# TASK REQUIREMENTS:
All of the data below needs to be set down once more, exactly as written.

▬▬▬▬▬▬

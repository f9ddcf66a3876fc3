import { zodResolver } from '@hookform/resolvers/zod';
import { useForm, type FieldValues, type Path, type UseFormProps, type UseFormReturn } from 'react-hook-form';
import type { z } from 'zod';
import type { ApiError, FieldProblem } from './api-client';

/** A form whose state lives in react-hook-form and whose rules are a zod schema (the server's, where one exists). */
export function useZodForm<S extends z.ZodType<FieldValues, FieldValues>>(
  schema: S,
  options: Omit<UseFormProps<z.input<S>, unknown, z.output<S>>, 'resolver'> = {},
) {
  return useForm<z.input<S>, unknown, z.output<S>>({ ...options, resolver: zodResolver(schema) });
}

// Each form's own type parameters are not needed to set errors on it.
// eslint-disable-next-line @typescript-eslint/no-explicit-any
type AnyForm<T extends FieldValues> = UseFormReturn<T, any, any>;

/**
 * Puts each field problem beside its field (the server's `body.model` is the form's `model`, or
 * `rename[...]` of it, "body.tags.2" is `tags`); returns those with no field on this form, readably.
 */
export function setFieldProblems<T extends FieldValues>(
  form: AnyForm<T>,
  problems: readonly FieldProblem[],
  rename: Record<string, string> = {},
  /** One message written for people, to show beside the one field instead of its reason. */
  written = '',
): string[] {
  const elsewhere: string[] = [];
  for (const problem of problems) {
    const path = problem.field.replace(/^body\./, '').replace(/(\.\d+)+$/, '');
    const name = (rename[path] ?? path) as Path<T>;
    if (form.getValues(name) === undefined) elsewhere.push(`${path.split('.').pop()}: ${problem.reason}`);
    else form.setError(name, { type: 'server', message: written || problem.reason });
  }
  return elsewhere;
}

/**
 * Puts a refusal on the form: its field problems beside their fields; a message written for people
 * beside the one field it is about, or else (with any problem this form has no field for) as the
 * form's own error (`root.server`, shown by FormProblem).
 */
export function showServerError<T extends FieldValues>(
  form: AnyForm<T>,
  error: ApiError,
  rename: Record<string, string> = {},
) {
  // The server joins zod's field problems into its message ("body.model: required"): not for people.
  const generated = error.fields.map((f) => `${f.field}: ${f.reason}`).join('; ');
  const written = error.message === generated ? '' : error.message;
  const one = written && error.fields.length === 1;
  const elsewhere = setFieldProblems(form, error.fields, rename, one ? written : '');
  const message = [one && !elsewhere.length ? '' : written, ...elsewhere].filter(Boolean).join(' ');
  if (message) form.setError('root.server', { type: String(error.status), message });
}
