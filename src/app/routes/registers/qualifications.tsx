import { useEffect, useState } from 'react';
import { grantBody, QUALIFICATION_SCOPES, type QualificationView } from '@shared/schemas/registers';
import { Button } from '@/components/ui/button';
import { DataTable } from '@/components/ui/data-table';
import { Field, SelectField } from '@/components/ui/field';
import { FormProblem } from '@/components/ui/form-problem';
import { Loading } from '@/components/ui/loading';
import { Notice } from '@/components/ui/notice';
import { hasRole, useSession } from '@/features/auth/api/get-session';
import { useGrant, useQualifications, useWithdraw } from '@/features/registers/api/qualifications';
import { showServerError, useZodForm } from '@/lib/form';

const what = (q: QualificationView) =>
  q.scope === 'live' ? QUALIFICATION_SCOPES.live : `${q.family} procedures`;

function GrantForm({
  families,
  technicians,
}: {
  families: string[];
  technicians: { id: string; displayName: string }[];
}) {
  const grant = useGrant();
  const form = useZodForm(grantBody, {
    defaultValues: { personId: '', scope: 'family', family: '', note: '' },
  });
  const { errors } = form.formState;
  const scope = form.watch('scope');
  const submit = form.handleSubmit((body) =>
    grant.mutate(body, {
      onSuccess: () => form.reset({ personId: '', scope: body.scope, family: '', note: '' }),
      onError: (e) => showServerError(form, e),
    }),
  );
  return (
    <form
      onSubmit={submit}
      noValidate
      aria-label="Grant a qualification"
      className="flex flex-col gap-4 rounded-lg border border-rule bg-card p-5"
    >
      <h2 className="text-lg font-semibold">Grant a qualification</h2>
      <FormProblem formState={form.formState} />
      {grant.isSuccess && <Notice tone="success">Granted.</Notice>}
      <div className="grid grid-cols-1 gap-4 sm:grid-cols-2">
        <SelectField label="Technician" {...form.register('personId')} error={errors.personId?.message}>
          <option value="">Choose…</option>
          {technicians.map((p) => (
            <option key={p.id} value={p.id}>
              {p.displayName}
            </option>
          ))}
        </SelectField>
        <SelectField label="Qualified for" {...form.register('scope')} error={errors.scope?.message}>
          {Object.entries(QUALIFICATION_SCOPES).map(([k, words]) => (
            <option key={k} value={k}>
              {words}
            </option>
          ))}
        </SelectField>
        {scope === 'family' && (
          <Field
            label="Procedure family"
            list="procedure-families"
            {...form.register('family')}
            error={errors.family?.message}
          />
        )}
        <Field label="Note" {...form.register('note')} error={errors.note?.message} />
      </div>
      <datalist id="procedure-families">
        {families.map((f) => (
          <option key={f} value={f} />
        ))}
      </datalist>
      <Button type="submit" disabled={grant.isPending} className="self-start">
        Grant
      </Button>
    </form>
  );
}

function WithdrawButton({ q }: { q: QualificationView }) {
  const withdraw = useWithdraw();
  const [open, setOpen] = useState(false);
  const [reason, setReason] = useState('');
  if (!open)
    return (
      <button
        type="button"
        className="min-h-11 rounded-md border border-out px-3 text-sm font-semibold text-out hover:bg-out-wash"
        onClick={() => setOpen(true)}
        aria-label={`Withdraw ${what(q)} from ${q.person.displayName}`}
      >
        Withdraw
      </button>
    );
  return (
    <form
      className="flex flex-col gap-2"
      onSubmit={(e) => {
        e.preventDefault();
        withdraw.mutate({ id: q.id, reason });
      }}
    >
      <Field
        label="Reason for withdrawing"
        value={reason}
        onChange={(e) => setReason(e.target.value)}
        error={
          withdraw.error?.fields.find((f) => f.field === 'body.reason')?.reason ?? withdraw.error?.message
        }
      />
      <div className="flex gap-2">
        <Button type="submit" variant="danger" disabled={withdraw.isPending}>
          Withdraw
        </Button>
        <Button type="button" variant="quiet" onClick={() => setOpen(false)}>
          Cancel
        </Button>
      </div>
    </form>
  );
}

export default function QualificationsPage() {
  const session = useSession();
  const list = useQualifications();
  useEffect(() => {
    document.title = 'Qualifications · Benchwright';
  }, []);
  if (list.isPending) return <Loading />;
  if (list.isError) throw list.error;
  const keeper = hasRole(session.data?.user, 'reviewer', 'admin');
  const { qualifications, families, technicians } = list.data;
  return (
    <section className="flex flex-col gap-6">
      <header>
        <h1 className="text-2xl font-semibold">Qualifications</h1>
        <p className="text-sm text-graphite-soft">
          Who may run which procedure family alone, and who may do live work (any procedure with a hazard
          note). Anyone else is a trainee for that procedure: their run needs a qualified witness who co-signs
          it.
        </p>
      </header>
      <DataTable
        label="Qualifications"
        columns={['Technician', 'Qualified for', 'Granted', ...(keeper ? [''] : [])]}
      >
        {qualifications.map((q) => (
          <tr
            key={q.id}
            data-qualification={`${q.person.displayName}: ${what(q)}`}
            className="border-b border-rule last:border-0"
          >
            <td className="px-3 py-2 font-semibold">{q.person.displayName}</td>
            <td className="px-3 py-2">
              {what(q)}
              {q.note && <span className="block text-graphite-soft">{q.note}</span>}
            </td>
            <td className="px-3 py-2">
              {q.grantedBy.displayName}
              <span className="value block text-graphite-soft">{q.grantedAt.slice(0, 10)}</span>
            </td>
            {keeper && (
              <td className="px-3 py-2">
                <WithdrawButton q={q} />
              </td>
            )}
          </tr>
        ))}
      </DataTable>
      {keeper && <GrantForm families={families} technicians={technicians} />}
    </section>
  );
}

▬▬▬▬▬▬

# ANSWER SPACE:
repository f9ddcf66a3876fc3
import { zodResolver } from '@hookform/resolvers/zod';
import { useForm, type FieldValues, type Path, type UseFormProps, type UseFormReturn } from 'react-hook-form';
import type { z } from 'zod';
import type { ApiError, FieldProblem } from './api-client';

/** A form whose state lives in react-hook-form and whose rules are a zod schema (the server's, where one exists). */
export function useZodForm<S extends z.ZodType<FieldValues, FieldValues>>(
  schema: S,
  options: Omit<UseFormProps<z.input<S>, unknown, z.output<S>>, 'resolver'> = {},
) {
  return useForm<z.input<S>, unknown, z.output<S>>({ ...options, resolver: zodResolver(schema) });
}

// Each form's own type parameters are not needed to set errors on it.
// eslint-disable-next-line @typescript-eslint/no-explicit-any
type AnyForm<T extends FieldValues> = UseFormReturn<T, any, any>;

/**
 * Puts each field problem beside its field (the server's `body.model` is the form's `model`, or
 * `rename[...]` of it, "body.tags.2" is `tags`); returns those with no field on this form, readably.
 */
export function setFieldProblems<T extends FieldValues>(
  form: AnyForm<T>,
  problems: readonly FieldProblem[],
  rename: Record<string, string> = {},
  /** One message written for people, to show beside the one field instead of its reason. */
  written = '',
): string[] {
  const elsewhere: string[] = [];
  for (const problem of problems) {
    const path = problem.field.replace(/^body\./, '').replace(/(\.\d+)+$/, '');
    const name = (rename[path] ?? path) as Path<T>;
    if (form.getValues(name) === undefined) elsewhere.push(`${path.split('.').pop()}: ${problem.reason}`);
    else form.setError(name, { type: 'server', message: written || problem.reason });
  }
  return elsewhere;
}

/**
 * Puts a refusal on the form: its field problems beside their fields; a message written for people
 * beside the one field it is about, or else (with any problem this form has no field for) as the
 * form's own error (`root.server`, shown by FormProblem).
 */
export function showServerError<T extends FieldValues>(
  form: AnyForm<T>,
  error: ApiError,
  rename: Record<string, string> = {},
) {
  // The server joins zod's field problems into its message ("body.model: required"): not for people.
  const generated = error.fields.map((f) => `${f.field}: ${f.reason}`).join('; ');
  const written = error.message === generated ? '' : error.message;
  const one = written && error.fields.length === 1;
  const elsewhere = setFieldProblems(form, error.fields, rename, one ? written : '');
  const message = [one && !elsewhere.length ? '' : written, ...elsewhere].filter(Boolean).join(' ');
  if (message) form.setError('root.server', { type: String(error.status), message });
}
filename src/app/routes/registers/qualifications.tsx
import { useEffect, useState } from 'react';
import { grantBody, QUALIFICATION_SCOPES, type QualificationView } from '@shared/schemas/registers';
import { Button } from '@/components/ui/button';
import { DataTable } from '@/components/ui/data-table';
import { Field, SelectField } from '@/components/ui/field';
import { FormProblem } from '@/components/ui/form-problem';
import { Loading } from '@/components/ui/loading';
import { Notice } from '@/components/ui/notice';
import { hasRole, useSession } from '@/features/auth/api/get-session';
import { useGrant, useQualifications, useWithdraw } from '@/features/registers/api/qualifications';
import { showServerError, useZodForm } from '@/lib/form';

const what = (q: QualificationView) =>
  q.scope === 'live' ? QUALIFICATION_SCOPES.live : `${q.family} procedures`;

function GrantForm({
  families,
  technicians,
}: {
  families: string[];
  technicians: { id: string; displayName: string }[];
}) {
  const grant = useGrant();
  const form = useZodForm(grantBody, {
    defaultValues: { personId: '', scope: 'family', family: '', note: '' },
  });
  const { errors } = form.formState;
  const scope = form.watch('scope');
  const submit = form.handleSubmit((body) =>
    grant.mutate(body, {
      onSuccess: () => form.reset({ personId: '', scope: body.scope, family: '', note: '' }),
      onError: (e) => showServerError(form, e),
    }),
  );
  return (
    <form
      onSubmit={submit}
      noValidate
      aria-label="Grant a qualification"
      className="flex flex-col gap-4 rounded-lg border border-rule bg-card p-5"
    >
      <h2 className="text-lg font-semibold">Grant a qualification</h2>
      <FormProblem formState={form.formState} />
      {grant.isSuccess && <Notice tone="success">Granted.</Notice>}
      <div className="grid grid-cols-1 gap-4 sm:grid-cols-2">
        <SelectField label="Technician" {...form.register('personId')} error={errors.personId?.message}>
          <option value="">Choose…</option>
          {technicians.map((p) => (
            <option key={p.id} value={p.id}>
              {p.displayName}
            </option>
          ))}
        </SelectField>
        <SelectField label="Qualified for" {...form.register('scope')} error={errors.scope?.message}>
          {Object.entries(QUALIFICATION_SCOPES).map(([k, words]) => (
            <option key={k} value={k}>
              {words}
            </option>
          ))}
        </SelectField>
        {scope === 'family' && (
          <Field
            label="Procedure family"
            list="procedure-families"
            {...form.register('family')}
            error={errors.family?.message}
          />
        )}
        <Field label="Note" {...form.register('note')} error={errors.note?.message} />
      </div>
      <datalist id="procedure-families">
        {families.map((f) => (
          <option key={f} value={f} />
        ))}
      </datalist>
      <Button type="submit" disabled={grant.isPending} className="self-start">
        Grant
      </Button>
    </form>
  );
}

function WithdrawButton({ q }: { q: QualificationView }) {
  const withdraw = useWithdraw();
  const [open, setOpen] = useState(false);
  const [reason, setReason] = useState('');
  if (!open)
    return (
      <button
        type="button"
        className="min-h-11 rounded-md border border-out px-3 text-sm font-semibold text-out hover:bg-out-wash"
        onClick={() => setOpen(true)}
        aria-label={`Withdraw ${what(q)} from ${q.person.displayName}`}
      >
        Withdraw
      </button>
    );
  return (
    <form
      className="flex flex-col gap-2"
      onSubmit={(e) => {
        e.preventDefault();
        withdraw.mutate({ id: q.id, reason });
      }}
    >
      <Field
        label="Reason for withdrawing"
        value={reason}
        onChange={(e) => setReason(e.target.value)}
        error={
          withdraw.error?.fields.find((f) => f.field === 'body.reason')?.reason ?? withdraw.error?.message
        }
      />
      <div className="flex gap-2">
        <Button type="submit" variant="danger" disabled={withdraw.isPending}>
          Withdraw
        </Button>
        <Button type="button" variant="quiet" onClick={() => setOpen(false)}>
          Cancel
        </Button>
      </div>
    </form>
  );
}

export default function QualificationsPage() {
  const session = useSession();
  const list = useQualifications();
  useEffect(() => {
    document.title = 'Qualifications · Benchwright';
  }, []);
  if (list.isPending) return <Loading />;
  if (list.isError) throw list.error;
  const keeper = hasRole(session.data?.user, 'reviewer', 'admin');
  const { qualifications, families, technicians } = list.data;
  return (
    <section className="flex flex-col gap-6">
      <header>
        <h1 className="text-2xl font-semibold">Qualifications</h1>
        <p className="text-sm text-graphite-soft">
          Who may run which procedure family alone, and who may do live work (any procedure with a hazard
          note). Anyone else is a trainee for that procedure: their run needs a qualified witness who co-signs
          it.
        </p>
      </header>
      <DataTable
        label="Qualifications"
        columns={['Technician', 'Qualified for', 'Granted', ...(keeper ? [''] : [])]}
      >
        {qualifications.map((q) => (
          <tr
            key={q.id}
            data-qualification={`${q.person.displayName}: ${what(q)}`}
            className="border-b border-rule last:border-0"
          >
            <td className="px-3 py-2 font-semibold">{q.person.displayName}</td>
            <td className="px-3 py-2">
              {what(q)}
              {q.note && <span className="block text-graphite-soft">{q.note}</span>}
            </td>
            <td className="px-3 py-2">
              {q.grantedBy.displayName}
              <span className="value block text-graphite-soft">{q.grantedAt.slice(0, 10)}</span>
            </td>
            {keeper && (
              <td className="px-3 py-2">
                <WithdrawButton q={q} />
              </td>
            )}
          </tr>
        ))}
      </DataTable>
      {keeper && <GrantForm families={families} technicians={technicians} />}
    </section>
  );
}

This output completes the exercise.